Unmanned Ground Vehicle
During the 2020-2021 UAV Forge competition season, I was tasked with redesigning the mechanical portion of our unmanned ground vehicle (UGV). Previously, the team used an off-the-shelf remote control car to accomplish the ground vehicle tasks. However, this left the weight, top speed, and power draw of the UGV relatively fixed.
The RC car was not designed to withstand the impact of repeated testing (descent and landing from 100+ foot altitude), the amount of space available for electronics was not sufficient, and replacement parts were not readily available for repairs. These three attributes were the main focuses for redesign. We were able to successfully design and manufacture a UGV that was 40% lighter and satisfied all major requirements.
Pugh Analysis
To begin the design process for the UGV redesign, a Pugh Analysis was conducted to narrow down design options. The team utilized a Pugh Analysis to determine a baseline for which designs to consider. Justification for specific values in the analysis can be found under the “Concept Selection” section of the UGV Design Documentation document.
Research was conducted on common UGV designs in addition to other designs successfully employed in the AUVSI-SUAS competition. The two-wheel design was ultimately chosen as a starting point for our final design.
Chassis Design
Upon selection of the two-wheel drive system, we designed a chassis to fit three primary requirements. These requirements were derived from other subteams and the competition rules:
- The chassis must be large enough to fit all of the required electrical components.
- The chassis must be light so that the UGV does not exceed the 4 lb competition-imposed weight limit.
- The chassis must have a clear plan for manufacturing.
More detailed requirements and objectives for the chassis design can be found in the Chassis Design Documentation document.
CAD models of electronic components were taken from manufacturers’ websites or created in-house. Electronics were placed in the chassis assembly to ensure sufficient space was available when assembled.
Static load simulations were utilized to determine how the chassis would react under worst case-scenario conditions during impact with the ground. Forces were estimated based on the momentum-impulse equation and input into a Solidworks Static Load Simulation.
Weight Reduction Cutouts
Various cutout geometries were tested under identical loading conditions. Beam thicknesses and configurations were varied, with maximum stress, strain, and displacement documented for comparison.
Tabulated simulation results are displayed in the figure below. To come in under the four pound weight limit, we calculated that our chassis could weigh no more than 0.85 pounds. Rectangular cutouts were chosen because they provide the lowest stress distribution for all configurations under the 0.85 pound limit.

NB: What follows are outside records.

package studyfile

import (
	"fmt"
	"math"
	"slices"
	"strings"

	"example.org/tailback/network/unit"
)

// table is one TOML table below [[alternative]], with the path of keys that leads to it and where faults go.
type table struct {
	path   string // such as alternative[0].lane_closure[1]
	keys   map[string]any
	report func(path, text, hint string)
	bad    bool // a fault was found in it
}

// fault reports what is wrong with a key, "" for the table itself.
func (t *table) fault(key, hint, format string, args ...any) {
	t.bad = true
	t.report(t.at(key), fmt.Sprintf(format, args...), hint)
}

func (t *table) at(key string) string {
	if key == "" {
		return t.path
	}
	return t.path + "." + key
}

// known reports every key that is not in a list of words, and the word that is spelled most like it.
func (t *table) known(words string) {
	list := strings.Fields(words)
	for key := range t.keys {
		if slices.Contains(list, key) {
			continue
		}
		hint := "known here are `" + strings.Join(list, "`, `") + "`"
		if near := nearest(key, list); near != "" {
			hint = "did you mean `" + near + "`?"
		}
		t.fault(key, hint, "unknown key `%s`", key)
	}
}

// has reports whether a key is given.
func (t *table) has(key string) bool { _, ok := t.keys[key]; return ok }

// text reads a text; "" where it is not given.
func (t *table) text(key string) string {
	switch x := t.keys[key].(type) {
	case nil:
	case string:
		return x
	default:
		t.fault(key, "", "`%s` must be a text in quotes, found %v", key, x)
	}
	return ""
}

// number reads a plain number.
func (t *table) number(key string, otherwise float64) float64 {
	switch x := t.keys[key].(type) {
	case nil:
	case int64:
		return float64(x)
	case float64:
		if !math.IsNaN(x) && !math.IsInf(x, 0) {
			return x
		}
		t.fault(key, "", "`%s` must be a finite number, found %v", key, x)
	default:
		t.fault(key, "", "`%s` must be a number, found %v", key, x)
	}
	return otherwise
}

// quantity reads a text with a unit; a share may be a plain number.
func (t *table) quantity(key string, kind unit.Kind, otherwise float64) float64 {
	var x float64
	var err error
	switch v := t.keys[key].(type) {
	case nil:
		return otherwise
	case string:
		x, err = unit.Parse(kind, v)
	case int64, float64:
		if kind != unit.Share {
			t.fault(key, "", "`%s` needs a unit in quotes, such as %s", key, example(kind))
			return otherwise
		}
		x, err = unit.FromNumber(kind, t.number(key, 0))
	default:
		err = fmt.Errorf("found %v, want a %s such as %s", v, kind, example(kind))
	}
	if err != nil {
		t.fault(key, "", "`%s`: %v", key, err)
		return otherwise
	}
	return x
}

// example shows how a quantity is written.
func example(kind unit.Kind) string {
	return map[unit.Kind]string{
		unit.Speed: `"80 km/h"`, unit.Length: `"300 m"`, unit.Flow: `"900 veh/h"`, unit.FlowPerLane: `"1550 veh/h/lane"`,
		unit.DensityPerLane: `"130 veh/km/lane"`, unit.Duration: `"15 min"`, unit.Share: "0.9",
	}[kind]
}

// clock reads a clock time.
func (t *table) clock(key string, otherwise float64) float64 {
	if !t.has(key) {
		return otherwise
	}
	x, err := unit.ParseClock(t.text(key))
	if err != nil {
		t.fault(key, "", "`%s`: %v", key, err)
		return otherwise
	}
	return x
}

// texts reads a list of texts.
func (t *table) texts(key string) []string {
	list, ok := t.keys[key].([]any)
	if !ok {
		if t.has(key) {
			t.fault(key, "", "`%s` must be a list of texts, such as [\"E1\", \"E2\"]", key)
		}
		return nil
	}
	var texts []string
	for _, x := range list {
		s, ok := x.(string)
		if !ok {
			t.fault(key, "", "`%s` must hold texts in quotes, found %v", key, x)
			continue
		}
		texts = append(texts, s)
	}
	return texts
}

// tables reads a list of tables.
func (t *table) tables(key string) []*table {
	var list []*table
	add := func(m map[string]any) {
		list = append(list, &table{path: fmt.Sprintf("%s[%d]", t.at(key), len(list)), keys: m, report: t.report})
	}
	switch x := t.keys[key].(type) {
	case nil:
	case []map[string]any:
		for _, m := range x {
			add(m)
		}
	case []any:
		for _, v := range x {
			m, ok := v.(map[string]any)
			if !ok {
				t.fault(key, "", "`%s` must hold tables in braces, found %v", key, v)
				continue
			}
			add(m)
		}
	default:
		t.fault(key, "", "`%s` must be a list of tables", key)
	}
	return list
}

// table reads one table; nil where it is not given.
func (t *table) table(key string) *table {
	switch x := t.keys[key].(type) {
	case nil:
	case map[string]any:
		return &table{path: t.at(key), keys: x, report: t.report}
	default:
		t.fault(key, "", "`%s` must be a table in braces, found %v", key, x)
	}
	return nil
}

// truth reads true or false.
func (t *table) truth(key string) bool {
	switch x := t.keys[key].(type) {
	case nil:
	case bool:
		return x
	default:
		t.fault(key, "", "`%s` must be true or false, found %v", key, x)
	}
	return false
}
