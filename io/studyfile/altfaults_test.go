package studyfile

import (
	"strings"
	"testing"
)

// Every mistake in an alternative, with the whole message: path of the key, what was found, what is possible.
func TestFaultsOfAlternatives(t *testing.T) {
	const night = ` start = "20:00", end = "29:00" `
	for _, c := range []struct{ text, want string }{
		// Closures.
		{`lane_closure = [{ links = ["E9"], lanes = 1 }]`, "alternative[0].lane_closure[0].links: the network has no link `E9` (did you mean `E1`?)"},
		{`lane_closure = [{ links = [], lanes = 1 }]`, "alternative[0].lane_closure[0].links: `links` must name at least one link"},
		{`lane_closure = [{ links = "E3", lanes = 1 }]`, "alternative[0].lane_closure[0].links: `links` must be a list of texts, such as [\"E1\", \"E2\"]"},
		{`lane_closure = [{ links = ["E3"], lanes = 4 }]`, "alternative[0].lane_closure[0].lanes: 4 lanes are to be closed, but link `E3` has 3"},
		{`lane_closure = [{ links = ["E3"], lanes = 0 }]`, "alternative[0].lane_closure[0].lanes: `lanes` must say how many lanes are taken, more than 0"},
		{`lane_closure = [{ links = ["E3"] }]`, "alternative[0].lane_closure[0].lanes: `lanes` must say how many lanes are taken, more than 0"},
		{`lane_closure = [{ links = ["E3"], lanes = -1 }]`, "alternative[0].lane_closure[0].lanes: `lanes` must say how many lanes are taken, more than 0"},
		{`lane_closure = [{ links = ["E3"], lanes = "one" }]`, "alternative[0].lane_closure[0].lanes: `lanes` must be a number, found one"},
		{`lane_closure = [{ links = ["E3"], lanes = 1, from = "2.5 km" }]`, "alternative[0].lane_closure[0].from: the closure begins at 2.5 km, outside link `E3`, which is 2 km long"},
		{`lane_closure = [{ links = ["E3"], lanes = 1, to = "2.5 km" }]`, "alternative[0].lane_closure[0].to: the closure ends at 2.5 km, outside link `E3`, which is 2 km long"},
		{`lane_closure = [{ links = ["E3", "E4"], lanes = 1, to = "2.5 mi" }]`, "alternative[0].lane_closure[0].to: the closure ends at 4.023 km, outside the 4 km of its links"},
		{`lane_closure = [{ links = ["E3"], lanes = 1, from = "900 m", to = "800 m" }]`, "alternative[0].lane_closure[0].to: the closure ends at 800 m, not after its begin at 900 m"},
		{`lane_closure = [{ links = ["E3"], lanes = 1, from = "900 m", to = "900 m" }]`, "alternative[0].lane_closure[0].to: the closure ends at 900 m, not after its begin at 900 m"},
		{`lane_closure = [{ links = ["E3"], lanes = 1, from = "-3 m" }]`, "alternative[0].lane_closure[0].from: `from`: `-3 m` is negative: it must be 0 or more"},
		{`lane_closure = [{ links = ["E3"], lanes = 1, from = 300 }]`, "alternative[0].lane_closure[0].from: `from` needs a unit in quotes, such as \"300 m\""},
		{`lane_closure = [{ links = ["E3", "E5"], lanes = 1 }]`, "alternative[0].lane_closure[0].links: the closure breaks between `E3` and `E5`: the first ends at node `N3`, the second begins at node `N4` (give the links from upstream to downstream, or one closure for each road)"},
		{`lane_closure = [{ links = ["E3"], lanes = 1, start = "29:00", end = "20:00" }]`, "alternative[0].lane_closure[0].end: it ends at 20:00, not after its start at 29:00 (hours run past 24 for the following day: 05:00 of day 2 is \"29:00\")"},
		{`lane_closure = [{ links = ["E3"], lanes = 1, start = "8 pm" }]`, "alternative[0].lane_closure[0].start: `start`: `8 pm` is no clock time: use HH:MM or HH:MM:SS, with hours past 24 for the following day"},
		{`lane_closure = [{ links = ["E3"], lanes = 1, capacity = "1500 veh/h" }]`, "alternative[0].lane_closure[0].capacity: `capacity`: `1500 veh/h` is no flow per lane: use veh/h/lane"},
		{`lane_closure = [{ links = ["E3"], lanes = 1, capacity = "0 veh/h/lane" }]`, "alternative[0].lane_closure[0].capacity: `capacity` must be above 0 (to stop all traffic, take all lanes)"},
		{`lane_closure = [{ links = ["E3"], lanes = 1, capacity = "1400 veh/h/lane", discharge = "1500 veh/h/lane" }]`, "alternative[0].lane_closure[0].discharge: 1500 veh/h/lane out of the queue is more than the capacity of 1400 veh/h/lane (a queue discharges at most what the lanes carried before it formed)"},
		{`lane_closure = [{ links = ["E3"], lanes = 1, colour = "red" }]`, "alternative[0].lane_closure[0].colour: unknown key `colour` (known here are `links`, `from`, `to`, `lanes`, `start`, `end`, `capacity`, `discharge`, `source`, `work_zone`, `speed_limit`)"},
		{`lane_closure = [{ links = ["E3"], lanes = 1, capacty = "red" }]`, "alternative[0].lane_closure[0].capacty: unknown key `capacty` (did you mean `capacity`?)"},
		{`lane_closure = 3`, "alternative[0].lane_closure: `lane_closure` must be a list of tables"},
		// Work zones.
		{`lane_closure = [{ links = ["E3"], lanes = 1, work_zone = { barrier = "rubber" } }]`, "alternative[0].lane_closure[0].work_zone.barrier: `barrier` is `rubber`: it must be `soft` or `hard`"},
		{`lane_closure = [{ links = ["E3"], lanes = 1, work_zone = { lateral_distance = "20 ft" } }]`, "alternative[0].lane_closure[0].work_zone.lateral_distance: a lateral distance of 6.096 m is outside the method: 0 to 12 ft (3.66 m)"},
		{`lane_closure = [{ links = ["E3"], lanes = 1, work_zone = { method = "guess" } }]`, "alternative[0].lane_closure[0].work_zone.method: unknown method `guess`: it is `handbook` (the default) or `rule`"},
		{`lane_closure = [{ links = ["E3"], lanes = 3, work_zone = {} }]`, "alternative[0].lane_closure[0].work_zone: all lanes of link `E3` are closed: a work zone's capacity needs an open lane"},
		{`lane_closure = [{ links = ["X2"], lanes = 0.5, work_zone = { method = "rule", term = "long" } }]`, "alternative[0].lane_closure[0].work_zone.term: the table of long-term works has no row for 1 lanes to 0.5: it has 2 to 1, 3 to 1, 3 to 2, 4 to 1, 4 to 2, 4 to 3 (use term = \"short\", or give capacity)"},
		{`lane_closure = [{ links = ["E3"], lanes = 1, work_zone = { alpha = "100 %" } }]`, "alternative[0].lane_closure[0].work_zone.alpha: a drop of 1 is not below 1"},
		{`lane_closure = [{ links = ["E3"], lanes = 1, work_zone = { method = "rule", intensity = 400 } }]`, "alternative[0].lane_closure[0].work_zone.intensity: an intensity of 400 pc/h per lane is outside the rule: -160 to 160"},
		{`lane_closure = [{ links = ["E3"], lanes = 1, work_zone = { coefficients = { bias = 1 } } }]`, "alternative[0].lane_closure[0].work_zone.coefficients.bias: unknown key `bias` (did you mean `base`?)"},
		// Ramp closures.
		{`ramp_closure = [{ link = "R9" }]`, "alternative[0].ramp_closure[0].link: the network has no link `R9` (did you mean `R2`?)"},
		{`ramp_closure = [{}]`, "alternative[0].ramp_closure[0].link: `link` must name a link"},
		{`ramp_closure = [{ link = "R4", divert = [{ to = "R2", share = 0.7 }, { to = "E1", share = 0.4 }] }]`, "alternative[0].ramp_closure[0].divert: the shares sum to 1.1: at most 1 can be diverted (what the shares leave of 1 does not travel)"},
		{`ramp_closure = [{ link = "R4", divert = [{ to = "E2", share = 0.7 }] }]`, "alternative[0].ramp_closure[0].divert[0].to: no traffic begins on link `E2` (entries are `E1`, `R2`, `R4`)"},
		{`ramp_closure = [{ link = "R4", divert = [{ to = "R2", share = 0.7 }] }, { link = "R2", start = "21:00", end = "22:00" }]`, "alternative[0].ramp_closure[0].divert[0].to: link `R2` is closed too, from 21:00 to 22:00 (name one that stays open)"},
		{`ramp_closure = [{ link = "R4", divert = [{ to = "R4", share = 0.7 }] }]`, "alternative[0].ramp_closure[0].divert[0].to: link `R4` cannot take its own traffic while it is closed"},
		{`ramp_closure = [{ link = "R4", divert = [{ to = "R2" }] }]`, "alternative[0].ramp_closure[0].divert[0]: `divert` needs a `share` for each `to`"},
		{`ramp_closure = [{ link = "R4" }, { link = "R4" }]`, "alternative[0].ramp_closure[1].link: link `R4` is closed twice at once (give one closure for each link and time)"},
		{`ramp_closure = [{ link = "X3", divert = [{ to = "X2", share = 1 }] }]`, "alternative[0].ramp_closure[0].divert: no way from entry `R2` to `X2` while `X3` is closed: possible are `E5` (traffic that arrives by road can only leave at exits that it can reach)"},
		// Incidents, limits, meters.
		{`incident = [{ link = "E3", at = "400 m", capacity_left = 1.2,` + night + `}]`, "alternative[0].incident[0].capacity_left: a share of 1.2 of the capacity cannot be left: 0 to 1 can"},
		{`incident = [{ link = "E3", at = "400 m", capacity_left = -0.2,` + night + `}]`, "alternative[0].incident[0].capacity_left: `capacity_left`: `-0.2` is negative: it must be 0 or more"},
		{`incident = [{ link = "E3", at = "400 m",` + night + `}]`, "alternative[0].incident[0]: an incident needs `capacity_left`, the share of the capacity that remains (0 to 1)"},
		{`incident = [{ link = "E3", at = "2 km", capacity_left = 0.5,` + night + `}]`, "alternative[0].incident[0].at: 2 km lies outside link `E3`, which is 2 km long"},
		{`speed_limit = [{ links = ["E3"], limit = "80 km" }]`, "alternative[0].speed_limit[0].limit: `limit`: `80 km` is no speed: use km/h, mph or m/s"},
		{`speed_limit = [{ links = ["E3"] }]`, "alternative[0].speed_limit[0].limit: `limit` must be a speed above 0, such as \"80 km/h\""},
		{`meter = [{ link = "R2" }]`, "alternative[0].meter[0]: a meter needs a `rate`, such as \"900 veh/h\""},
		{`meter = [{ link = "R2", rate = "9 veh/min" }, { link = "R2", rate = "500 veh/h", start = "20:00" }]`, "alternative[0].meter[1].link: link `R2` has two meters at once, from 20:00 (end one before the other begins)"},
		// Demand and diagrams.
		{`demand_change = [{ entries = ["E2"], factor = 0.9 }]`, "alternative[0].demand_change[0].entries: no traffic begins on link `E2` (entries are `E1`, `R2`, `R4`)"},
		{`demand_change = [{ entries = ["E1"] }]`, "alternative[0].demand_change[0]: a demand change needs a `factor`, such as 0.9"},
		{`demand_change = [{ factor = -1 }]`, "alternative[0].demand_change[0].factor: a factor of -1 is no use: it must be 0 or more"},
		{`diagram_change = [{ diagram = "motorway", shape = "greenshields" }]`, "alternative[0].diagram_change[0].diagram: the study has no [diagram.motorway] (the study has `default`, `freeway`, `ramp`)"},
		{`diagram_change = [{ shape = "greenshields" }]`, "alternative[0].diagram_change[0].diagram: `diagram` must name a diagram of the study"},
		{`diagram_change = [{ diagram = "freeway", shape = "square" }]`, "alternative[0].diagram_change[0].shape: link `E1`: unknown shape `square`"},
		{`closure = [{}]`, "alternative[0].closure: unknown key `closure` (known here are `name`, `title`, `lane_closure`, `ramp_closure`, `incident`, `speed_limit`, `demand_change`, `meter`, `diagram_change`)"},
	} {
		_, faults, _ := read(t, corridor(t), "[[alternative]]\nname = \"a\"\n"+c.text)
		found := false
		for _, f := range faults {
			found = found || f == c.want || strings.HasPrefix(f, c.want) && strings.Contains(c.want, "unknown")
		}
		if !found || len(faults) > 1 && !strings.Contains(c.text, "square") {
			t.Errorf("%s\n got %s\nwant %s", c.text, strings.Join(faults, "\n     "), c.want)
		}
	}
}

func TestFaultsOfNames(t *testing.T) {
	for _, c := range []struct{ text, want string }{
		{"[[alternative]]\n", "alternative[0]: an alternative needs a `name` (add name = \"night\" or the like)"},
		{"[[alternative]]\nname = \"base\"", "alternative[0].name: the name `base` is taken: every alternative needs its own, and `base` is the study without any"},
		{"[[alternative]]\nname = \"a\"\n[[alternative]]\nname = \"a\"", "alternative[1].name: the name `a` is taken: every alternative needs its own, and `base` is the study without any"},
		{"[[alternative]]\nname = \"../a\"", "alternative[0].name: `../a` cannot name a folder of results (use letters, digits, `-` and `_`)"},
	} {
		if _, faults, _ := read(t, corridor(t), c.text); len(faults) != 1 || faults[0] != c.want {
			t.Errorf("got %q, want %q", faults, c.want)
		}
	}
}

// A closure outside the study's period is no fault, but a warning.
func TestWarningsOfAlternatives(t *testing.T) {
	_, faults, warnings := read(t, corridor(t), "[[alternative]]\nname = \"a\"\nlane_closure = [{ links = [\"E3\"], lanes = 1, start = \"31:00\", end = \"32:00\" }]")
	want := "alternative[0].lane_closure[0].start: it lasts from 31:00 to 32:00, outside the study's period from 18:00 to 30:00: it changes nothing"
	if len(faults) != 0 || len(warnings) != 1 || warnings[0] != want {
		t.Errorf("faults %q, warnings %q, want %q", faults, warnings, want)
	}
}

The selected configuration was manufactured and presented at UAV Forge’s Winter Internal Design Review.
Material Selection
The primary criteria for material selection for the chassis were manufacturability, access to tools, and cost. Wood, plastic, and aluminum were the three materials that were considered. Based on the cutout geometry configurations, aluminum would have been an impractical choice due to weight restrictions on the UGV. With wood, we were concerned about manufacturing the precise geometry of the cutouts with hand tools, and access to CNC machinery was not available to the team. UAV Forge has convenient access to a 3D printer, and ABS plastic designs were well within the weight budget.
Motor Selection
Two forces are considered to estimate the torque required for the ground vehicle motors: acceleration forces and frictional forces. To move, the ground vehicle must overcome the frictional force between the wheels and the ground as well as the force required to accelerate the vehicle from rest. In general, frictional forces contribute a greater proportion of total force, so variables such as time to accelerate and maximum velocity are less important to accurately estimate.
After conducting research, the 163 RPM Mini Econ motor was selected. The motor fits the torque requirements and provides adequate RPM for the ground vehicle to move to its desired location.